The research will also include a section for comments, if any, that the participant wishes to make. This will be a management and workforce opinion and it is hope to be able to conduct these interviews by telephone and email and possibly through web applications, blogs and social media, which would be quite appropriate but may influence the outcome of the participants’ response in favour Web 2.0 as that is how they are participating in the research.

It is hoped to do this by calling head offices, emailing appropriate people in an organisation and if any questions are unable to be answered they can be sourced from other places like looking at websites and academic company research. This way an external view of the company can also be gathered. Each piece of information on a certain company can be aggregated to form a bigger picture of one single organisation using triangulation of results.

With this information it is hoped to produce around ten brief case studies like that undertaken by the CIPD. The scope of the project allows for an analysis to be conducted with an adequate amount of information from case studies and literature review.

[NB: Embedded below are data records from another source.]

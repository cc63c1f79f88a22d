/** Claims: stated numbers, declarations, redshifts and the cosmology-dependent claims of a document. */
export * from './numberParser.js';
export * from './claimKinds.js';
export * from './redshifts.js';
export * from './declarations.js';
export { extractClaims, type Claim, type ClaimScan, type RedshiftSource } from './claimExtractor.js';
export * from './extraction.js';
export * from './sentenceCache.js';
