/**
 * Fixture manuscripts (test/fixtures/manuscripts, an invented survey and its people-free
 * scenario) with hand-written expected claims beside them (`*.expected.json`: the truth, written
 * by reading the manuscript, never generated). For each file the test prints precision and recall
 * of the extracted claims (kind, text and redshift must all agree) and fails below 0.95 / 0.90.
 *
 * Beside them, `*.extraction.json` is the full current output, kept so that review sees every
 * change as a diff. Regenerate it with `npm run fixtures:update` and read the diff.
 */
import { describe, expect, it } from 'vitest';
import { existsSync, readdirSync, readFileSync, writeFileSync } from 'node:fs';
import { dirname, join, relative } from 'node:path';
import { extractProject, type FileExtraction } from '../../shared/src/index.js';
import { fileJson } from '../../cli/src/extractCommand.js';

const ROOT = new URL('../fixtures/manuscripts/', import.meta.url).pathname;
const UPDATE = process.env.UPDATE_FIXTURES === '1';

interface ExpectedClaim {
  kind: string;
  text: string;
  z?: number | null;
  file?: string;
}
interface Expected {
  declarations?: Array<{ origin: string; role: string; parameters?: Record<string, unknown>; preset?: string; incomplete?: boolean }>;
  claims: ExpectedClaim[];
}

function fixtures(dir: string): string[] {
  return readdirSync(dir, { withFileTypes: true }).flatMap((e) => (e.isDirectory() ? fixtures(join(dir, e.name)) : e.name.endsWith('.expected.json') ? [join(dir, e.name)] : []));
}

function manuscriptOf(expectedPath: string): string {
  const base = expectedPath.replace(/\.expected\.json$/, '');
  const found = ['.tex', '.md', '.txt'].map((ext) => base + ext).find((p) => existsSync(p));
  if (!found) throw new Error(`no manuscript beside ${expectedPath}`);
  return found;
}

const resolver = (fromUri: string, path: string) => {
  for (const candidate of [path, `${path}.tex`]) {
    const full = join(dirname(fromUri), candidate);
    if (existsSync(full)) return { uri: full, text: readFileSync(full, 'utf8') };
  }
  return null;
};

const summary: string[] = [];

describe('fixture manuscripts', () => {
  for (const expectedPath of fixtures(ROOT)) {
    const manuscript = manuscriptOf(expectedPath);
    const name = relative(ROOT, manuscript);
    const expected = JSON.parse(readFileSync(expectedPath, 'utf8')) as Expected;
    const project = extractProject({ uri: manuscript, text: readFileSync(manuscript, 'utf8') }, resolver);

    it(`${name}: claims found with precision ≥ 0.95 and recall ≥ 0.90`, () => {
      const extracted = project.files.flatMap((f: FileExtraction) =>
        f.claims.map((c) => ({ file: relative(ROOT, f.uri), kind: c.kind, text: f.reading.reading.text.slice(c.start, c.end), z: c.zRange ? c.zRange[1] : c.z })),
      );
      const unmatched = [...extracted];
      let matched = 0;
      const missed: ExpectedClaim[] = [];
      for (const e of expected.claims) {
        const i = unmatched.findIndex((x) => x.kind === e.kind && x.text === e.text && (e.z === undefined || x.z === e.z) && (!e.file || x.file === e.file));
        if (i >= 0) {
          matched++;
          unmatched.splice(i, 1);
        } else missed.push(e);
      }
      const precision = extracted.length ? matched / extracted.length : 1;
      const recall = expected.claims.length ? matched / expected.claims.length : 1;
      summary.push(`  ${name.padEnd(40)} claims ${String(expected.claims.length).padStart(3)}  found ${String(extracted.length).padStart(3)}  precision ${precision.toFixed(3)}  recall ${recall.toFixed(3)}`);
      const detail = `missed: ${JSON.stringify(missed)}\nspurious: ${JSON.stringify(unmatched)}`;
      expect(precision, detail).toBeGreaterThanOrEqual(0.95);
      expect(recall, detail).toBeGreaterThanOrEqual(0.9);
    });

    it(`${name}: declarations as expected`, () => {
      const found = project.files.flatMap((f) => f.declarations);
      for (const d of expected.declarations ?? []) {
        const hit = found.find(
          (x) =>
            x.origin === d.origin &&
            x.role === d.role &&
            (d.preset === undefined || x.preset === d.preset) &&
            (d.incomplete === undefined || (x.incomplete !== null) === d.incomplete) &&
            Object.entries(d.parameters ?? {}).every(([k, v]) => (x.input as Record<string, unknown>)[k] === v),
        );
        expect(hit, `declaration ${JSON.stringify(d)} among ${JSON.stringify(found.map((x) => ({ origin: x.origin, role: x.role, input: x.input })))}`).toBeDefined();
      }
      expect(found.length).toBe((expected.declarations ?? []).length);
    });

    it(`${name}: the full extraction matches ${relative(ROOT, expectedPath.replace('.expected.json', '.extraction.json'))}`, () => {
      const snapshotPath = expectedPath.replace('.expected.json', '.extraction.json');
      const current = JSON.stringify(
        project.files.map((f) => ({ ...fileJson(f, readFileSync(f.uri, 'utf8')), path: relative(ROOT, f.uri) })),
        null,
        1,
      );
      if (UPDATE || !existsSync(snapshotPath)) writeFileSync(snapshotPath, current + '\n');
      expect(readFileSync(snapshotPath, 'utf8'), 'the extraction changed: run `npm run fixtures:update` and review the diff').toBe(current + '\n');
    });
  }

  it('prints precision and recall per fixture', () => {
    console.log(`Claim extraction on the fixture manuscripts:\n${summary.join('\n')}`);
    expect(summary.length).toBeGreaterThanOrEqual(8);
  });
});
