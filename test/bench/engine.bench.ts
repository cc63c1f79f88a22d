/**
 * Engine benchmark (`npm run bench`): set-up time per parameter set, cost per evaluation
 * over 10⁶ pseudo-random redshifts in [0, 20], agreement of the tables with direct
 * quadrature, and the cost of a 10⁵-redshift CSV table. Timing goals live here, never in
 * the unit tests. Figures are printed; nothing is asserted.
 */

import {
  age,
  comovingDistance,
  comovingIntegral,
  createCosmology,
  distanceModulus,
  evaluateColumns,
  findPreset,
  lookbackTime,
  luminosityDistance,
  QUANTITIES,
  redshiftAtLookbackTime,
  resolveParameters,
  Cosmology,
  type ParameterInput,
} from '../../shared/src/index.js';
import { toCsv } from '../../cli/src/calcCommand.js';

const N_EVAL = 1_000_000;
const Z_MAX = 20;

/** Deterministic uniform numbers in [0, 1) (a 32-bit linear congruential generator, Numerical Recipes constants). */
function uniformSequence(count: number, start = 12345): Float64Array {
  const out = new Float64Array(count);
  let state = start >>> 0;
  for (let i = 0; i < count; i++) {
    state = (Math.imul(state, 1664525) + 1013904223) >>> 0;
    out[i] = state / 4294967296;
  }
  return out;
}

function median(values: number[]): number {
  const s = [...values].sort((a, b) => a - b);
  return s[Math.floor(s.length / 2)];
}

function nsPerCall(label: string, count: number, run: () => number): void {
  run(); // warm-up: let the JIT compile the path
  const t0 = process.hrtime.bigint();
  const sink = run();
  const ns = Number(process.hrtime.bigint() - t0) / count;
  console.log(`  ${label.padEnd(46)} ${ns.toFixed(1).padStart(8)} ns   (checksum ${sink.toPrecision(6)})`);
}

function build(input: ParameterInput): Cosmology {
  const made = createCosmology(input);
  if (!made.ok) throw new Error(JSON.stringify(made.errors));
  return made.cosmology;
}

const planck = findPreset('planck-2018')!.input;
console.log('Comove engine benchmark');
console.log(`  node ${process.version}, ${process.arch}`);
console.log('  parameter set: planck-2018 (flat ΛCDM, T_CMB = 2.7255 K, N_eff = 3.046, Σmν = 0.06 eV)\n');

// Set-up: the first build in a fresh process (cold JIT), then the median of 50 distinct sets.
{
  let t0 = process.hrtime.bigint();
  build(planck);
  const cold = Number(process.hrtime.bigint() - t0) / 1e6;
  const resolveTimes: number[] = [];
  const buildTimes: number[] = [];
  for (let k = 0; k < 50; k++) {
    const input = { ...planck, H0: 67 + k * 0.01 };
    t0 = process.hrtime.bigint();
    const r = resolveParameters(input);
    const t1 = process.hrtime.bigint();
    if (!r.ok) throw new Error('bad set');
    new Cosmology(r.params, r.neutrinos);
    const t2 = process.hrtime.bigint();
    resolveTimes.push(Number(t1 - t0) / 1e6);
    buildTimes.push(Number(t2 - t1) / 1e6);
  }
  console.log('Set-up per parameter set');
  console.log(`  first set in a fresh process (includes JIT warm-up)   ${cold.toFixed(2)} ms`);
  console.log(`  median of 50 sets: validate ${median(resolveTimes).toFixed(3)} ms + tabulate ${median(buildTimes).toFixed(3)} ms = ${(median(resolveTimes) + median(buildTimes)).toFixed(3)} ms\n`);
}

const c = build(planck);
const u = uniformSequence(N_EVAL);
const zs = u.map((v) => v * Z_MAX);

console.log(`Cost per evaluation, ${N_EVAL.toExponential(0)} redshifts uniform in [0, ${Z_MAX}]`);
nsPerCall('comoving distance D_C', N_EVAL, () => {
  let s = 0;
  for (let i = 0; i < N_EVAL; i++) s += comovingDistance(c, zs[i]);
  return s;
});
nsPerCall('luminosity distance D_L', N_EVAL, () => {
  let s = 0;
  for (let i = 0; i < N_EVAL; i++) s += luminosityDistance(c, zs[i]);
  return s;
});
nsPerCall('distance modulus', N_EVAL, () => {
  let s = 0;
  for (let i = 1; i < N_EVAL; i++) s += distanceModulus(c, zs[i] + 1e-6);
  return s;
});
nsPerCall('age at z', N_EVAL, () => {
  let s = 0;
  for (let i = 0; i < N_EVAL; i++) s += age(c, zs[i]);
  return s;
});
{
  const tMax = lookbackTime(c, Z_MAX);
  const ts = u.map((v) => v * tMax);
  nsPerCall('inverse: z from lookback time', N_EVAL, () => {
    let s = 0;
    for (let i = 0; i < N_EVAL; i++) s += redshiftAtLookbackTime(c, ts[i]);
    return s;
  });
}

// Accuracy of the tables against direct adaptive quadrature (the goal: 1e-7 relative).
{
  let worst = 0;
  let worstZ = 0;
  const sample = uniformSequence(2000, 777);
  for (let i = 0; i < sample.length; i++) {
    const z = i % 2 ? sample[i] * Z_MAX : 10 ** (sample[i] * 7 - 4);
    const x = Math.log1p(z);
    const err = Math.abs(c.table.comovingAt(x) / comovingIntegral(c.expansion, 0, x) - 1);
    if (err > worst) {
      worst = err;
      worstZ = z;
    }
  }
  console.log(`\nTable versus direct quadrature (2000 redshifts, 1e-4 ≤ z ≤ 1000): worst relative difference ${worst.toExponential(2)} at z = ${worstZ.toPrecision(4)}`);
}

// A 10⁵-redshift table, as `comove calc --format csv` produces it.
{
  const n = 100_000;
  const redshifts = Array.from(uniformSequence(n, 99), (v) => v * Z_MAX);
  for (const [label, keys] of [
    ['all quantities', QUANTITIES.map((q) => q.key)],
    ['D_C, D_L and age', ['comovingDistance', 'luminosityDistance', 'age']],
  ] as const) {
    evaluateColumns(c, redshifts.slice(0, 1000), keys);
    const t0 = process.hrtime.bigint();
    const columns = evaluateColumns(c, redshifts, keys);
    const t1 = process.hrtime.bigint();
    const bytes = toCsv(keys, columns);
    const t2 = process.hrtime.bigint();
    console.log(
      `10⁵-redshift CSV, ${label} (${keys.length} columns): evaluate ${(Number(t1 - t0) / 1e6).toFixed(0)} ms, format ${(Number(t2 - t1) / 1e6).toFixed(0)} ms, ${(bytes.length / 1e6).toFixed(1)} MB`,
    );
  }
}
console.log(`\nPeak resident memory: ${(process.resourceUsage().maxRSS / 1024).toFixed(0)} MB`);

An evaluation of the report will be necessary to compare with similar studies and asses the reliability of sources and the research methods used and see where value has been added. Possible improvements and recommendations for further work will be included as part of the main report.

Bibliography & References

Chartered Institute of Personnel and Development. (2009). Web 2.0 And Human Resource Management: 'Groundswell' or hype? London: CIPD.

Shuen, A. (2008). Web 2.0: A Strategy Guide. Cambridge: O'Reilly Media.

Surowiecki, J. (2004). The Wisdom of Crowds . London: Little, Brown.

Williams, T. &. (2006). Wikinomics - How mass Collaboration Changes Everything. London: Atlantic Books.